Bug 89843 - REGRESSION (r95391): Arabic shaping is incorrect if ZWNJ exist
Summary: REGRESSION (r95391): Arabic shaping is incorrect if ZWNJ exist
Alias: None
Product: WebKit
Classification: Unclassified
Component: Text (show other bugs)
Version: 528+ (Nightly build)
Hardware: Unspecified Unspecified
: P1 Normal
Assignee: Kenichi Ishibashi
URL: http://crbug.com/133720
Keywords: InRadar, Regression
Depends on:
Reported: 2012-06-24 18:38 PDT by Kenichi Ishibashi
Modified: 2012-07-01 16:08 PDT (History)
4 users (show)

See Also:

test case (333 bytes, text/html)
2012-06-24 18:39 PDT, Kenichi Ishibashi
no flags Details
Patch (5.98 KB, patch)
2012-06-24 18:44 PDT, Kenichi Ishibashi
no flags Details | Formatted Diff | Diff
screenshot of WebKit nightly and Firefox13 (227.07 KB, image/png)
2012-06-27 01:32 PDT, Kenichi Ishibashi
no flags Details

Note You need to log in before you can comment on or make changes to this bug.
Description Kenichi Ishibashi 2012-06-24 18:38:37 PDT
Details at http://crbug.com/133720.

WebKit ToT mac port doesn't render Arabic script correctly when there is ZWNJ in the text. Test case is attached.

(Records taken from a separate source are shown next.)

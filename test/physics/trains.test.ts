import { lambertW0 } from 'lambert-w-function';
import { describe, expect, it } from 'vitest';
import { bruteTrain } from './brute-force.ts';
import { apart, type Changes, c, flatModule, h, lossOf, moduleWith, outcomeOf, pumpedTo } from './modules.ts';

function expectSame(changes: Changes, openings: number) {
  const module = moduleWith(changes);
  const { figures, train } = outcomeOf(module);
  const brute = bruteTrain(module, openings);
  expect(train.unsettled).toBe(false);
  expect(apart(figures.pulse!.energy_J, brute.energy)).toBeLessThan(1e-6);
  expect(apart(figures.state.round_trip_gain_log!, brute.gain)).toBeLessThan(1e-6);
  expect(apart(figures.state.stored_energy_J!, (brute.ions * h * c) / module.medium.wavelength)).toBeLessThan(1e-6);
  expect(apart(figures.train.average_power_W!, brute.energy * module.qSwitch.repetitionRate)).toBeLessThan(1e-6);
  expect(apart(figures.train.first_pulse_energy_J!, brute.first!)).toBeLessThan(1e-6);
  return { figures, brute };
}

const flat = { profile: 'flat', radius: 0.4e-3 } as const;
const gaussian = { profile: 'gaussian', radius: 0.35e-3 } as const;
/** Erbium in phosphate glass: three levels, and a lifetime of many periods. */
const erbium: Changes = {
  medium: {
    wavelength: 1535e-9,
    length: 10e-3,
    emissionCrossSection: 0.8e-24,
    absorptionCrossSection: 0.7e-24,
    ionDensity: 1e25,
    upperLevelLifetime: 8e-3,
    refractiveIndex: 1.53,
    groupIndex: 1.53,
  },
  pump: { wavelength: 976e-9, duration: 3e-3, power: 60, beam: flat },
  resonator: { length: 60e-3, outputReflectivity: 0.9, roundTripLoss: 0.03 },
  qSwitch: { opensAt: 3e-3, repetitionRate: 100, gate: 2e-3 },
};
const pulsedCases: [string, Changes][] = [
  ['flat under flat', { resonator: { ...erbium.resonator, beam: flat } }],
  ['flat under Gaussian', { resonator: { ...erbium.resonator, beam: gaussian } }],
  [
    'Gaussian under Gaussian',
    { pump: { ...erbium.pump, beam: gaussian }, resonator: { ...erbium.resonator, beam: gaussian } },
  ],
  ['Gaussian under flat', { pump: { ...erbium.pump, beam: gaussian }, resonator: { ...erbium.resonator, beam: flat } }],
  [
    'flat under Gaussian, opened late',
    { resonator: { ...erbium.resonator, beam: gaussian }, qSwitch: { ...erbium.qSwitch, opensAt: 4e-3 } },
  ],
];

describe('a pulsed pump and a lifetime of many periods', () => {
  it.each(pulsedCases)('settles where opening after opening does: %s', (_, changes) => {
    const { figures, brute } = expectSame({ ...erbium, ...changes }, 60);
    // What earlier pulses left must count, or this shows nothing.
    expect(figures.pulse!.energy_J / brute.first!).toBeGreaterThan(1.01);
  });
});

describe('stored energy of a settled train', () => {
  it('counts what piles up outside the mode, which no pulse takes', () => {
    // Each pulse empties the mode, so its gain repeats at once; the ions around it still gather for ten lifetimes.
    const module = flatModule({
      medium: { upperLevelLifetime: 8e-3 },
      pump: { duration: 0.5e-3 },
      qSwitch: { opensAt: 0.5e-3, repetitionRate: 500, gate: 1e-3 },
    });
    const wide = { profile: 'flat', radius: 3 * module.resonator.beam.radius } as const;
    const { figures } = outcomeOf(moduleWith({ pump: { beam: wide, power: 4000 } }, module));
    const { power, absorbedFraction, quantumEfficiency, wavelength } = { ...module.pump, power: 4000 };
    const rate = (power * absorbedFraction * quantumEfficiency * wavelength) / (h * c);
    const fresh = rate * 8e-3 * -Math.expm1(-0.5 / 8);
    const around = ((8 / 9) * fresh) / -Math.expm1(-2 / 8);
    const ions = (figures.state.stored_energy_J! * 1064e-9) / (h * c);
    expect(ions).toBeGreaterThan(around);
    expect(ions).toBeLessThan(around + (1.2 / 9) * fresh);
  });
});

const neodymium: Changes = {
  medium: { upperLevelLifetime: 230e-6 },
  pump: { kind: 'continuous', power: 30, beam: flat },
  resonator: { outputReflectivity: 0.9, roundTripLoss: 0.04, beam: gaussian },
  qSwitch: { repetitionRate: 8000, gate: 40e-6, opensAt: 1 / 8000 },
};
const continuousCases: [string, Changes, number][] = [
  ['flat under Gaussian', {}, 40],
  ['flat under flat', { resonator: { ...neodymium.resonator, beam: flat } }, 40],
  ['Gaussian under Gaussian', { pump: { ...neodymium.pump, beam: gaussian } }, 40],
  ['at a high rate', { qSwitch: { ...neodymium.qSwitch, repetitionRate: 40e3, gate: 12e-6 } }, 150],
  ['with a bottleneck', { medium: { upperLevelLifetime: 230e-6, inversionReductionFactor: 1.47 } }, 40],
  [
    'with reabsorption',
    { medium: { upperLevelLifetime: 230e-6, absorptionCrossSection: 1e-25, ionDensity: 1e26 } },
    40,
  ],
];

describe('a continuous pump', () => {
  it.each(continuousCases)('settles where pulse after pulse does: %s', (_, changes, openings) => {
    const { figures, brute } = expectSame({ ...neodymium, ...changes }, openings);
    expect(apart(figures.pulse!.energy_J, brute.first!)).toBeGreaterThan(1e-4);
  });

  it('of one inversion settles where the Lambert function takes it', () => {
    const rate = 15e3;
    const base = flatModule({
      pump: { kind: 'continuous' },
      qSwitch: { repetitionRate: rate, gate: 30e-6, opensAt: 1 / rate },
    });
    const loss = lossOf(base);
    const ceiling = 3.2;
    const kept = Math.exp(-1 / (rate * 230e-6));
    let before = 0;
    let after = 0;
    for (let opening = 0; opening < 200; opening++) {
      before = ceiling + (after - ceiling) * kept;
      after = before > 1 ? -lambertW0(-before * Math.exp(-before)) : before;
    }
    const { figures } = outcomeOf(pumpedTo(ceiling * loss, base));
    expect(apart(figures.state.inversion_ratio!, before)).toBeLessThan(1e-8);
  });

  it('fills the store during a pause, whatever the rate was', () => {
    const slow = moduleWith({ ...neodymium, qSwitch: { repetitionRate: 10, gate: 40e-6, opensAt: 0.1 } });
    const full = outcomeOf(slow).figures.pulse!.energy_J;
    for (const repetitionRate of [500, 8000, 30e3]) {
      const { figures } = outcomeOf(moduleWith({ qSwitch: { repetitionRate, gate: 0.4 / repetitionRate } }, slow));
      expect(apart(figures.train.pulse_after_pause_energy_J!, full)).toBeLessThan(1e-9);
      expect(figures.pulse!.energy_J).toBeLessThan(full);
    }
  });
});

The stable version of Safari can render it correctly. The difference comes from http://trac.webkit.org/changeset/95391. The change fixed a bug related with combining character sequence and handled ZWJ and ZWNJ as a part of combining character sequence. The cause is that fontDataForCombiningCharacterSequence() is failing when the sequence contains ZWNJ and the font doesn't contain glyph for ZWNJ. As the result, the word is divided into two complex text runs and they are rendered in isolated form.

To fix the problem, I suggest:
- Treat ZWJ and ZWNJ as base characters. I don't think ZWJ and ZWNJ compose a combining character sequence because they just tell whether to form cursive connection or not (they aren't combined with other character).
- If we see a ZWJ, don't separate a complex text run at that point so that CoreText can handle it.

I'll post a patch soon.
Comment 1 Kenichi Ishibashi 2012-06-24 18:39:07 PDT
Created attachment 149220 [details]
test case
Comment 2 Kenichi Ishibashi 2012-06-24 18:44:52 PDT
Created attachment 149221 [details]
Comment 3 Kenichi Ishibashi 2012-06-24 18:47:47 PDT
Hi mitz,

Could you take a look?
Comment 4 Kenichi Ishibashi 2012-06-26 21:38:32 PDT
Ping mitz?
Comment 5 Alexey Proskuryakov 2012-06-27 01:18:35 PDT
Does this affect any real life web sites?
Comment 6 Kenichi Ishibashi 2012-06-27 01:32:08 PDT
(In reply to comment #5)
> Does this affect any real life web sites?

I think so. http://www.google.com/intl/fa/goodtoknow/ is an example. I'll attach a screenshot of WebKit nightly and Firefox 13.
Comment 7 Kenichi Ishibashi 2012-06-27 01:32:38 PDT
Created attachment 149704 [details]
screenshot of WebKit nightly and Firefox13
Comment 8 Alexey Proskuryakov 2012-06-27 01:37:57 PDT
Comment 9 Behdad Esfahbod 2012-06-27 05:06:06 PDT
Given that Geeza Pro doesn't have a ZWNJ glyph, and it's default Arabic font on OS X, pretty much any Persian website that doesn't request Arial or Tahoma is broken, as well as any using Google's Droid Arabic Naskh as a webfont.   I'm sure there are more fonts without those glyphs out there...
Comment 10 WebKit Review Bot 2012-07-01 16:08:22 PDT
Comment on attachment 149221 [details]

Clearing flags on attachment: 149221

Committed r121643: <http://trac.webkit.org/changeset/121643>
Comment 11 WebKit Review Bot 2012-07-01 16:08:27 PDT
All reviewed patches have been landed.  Closing bug.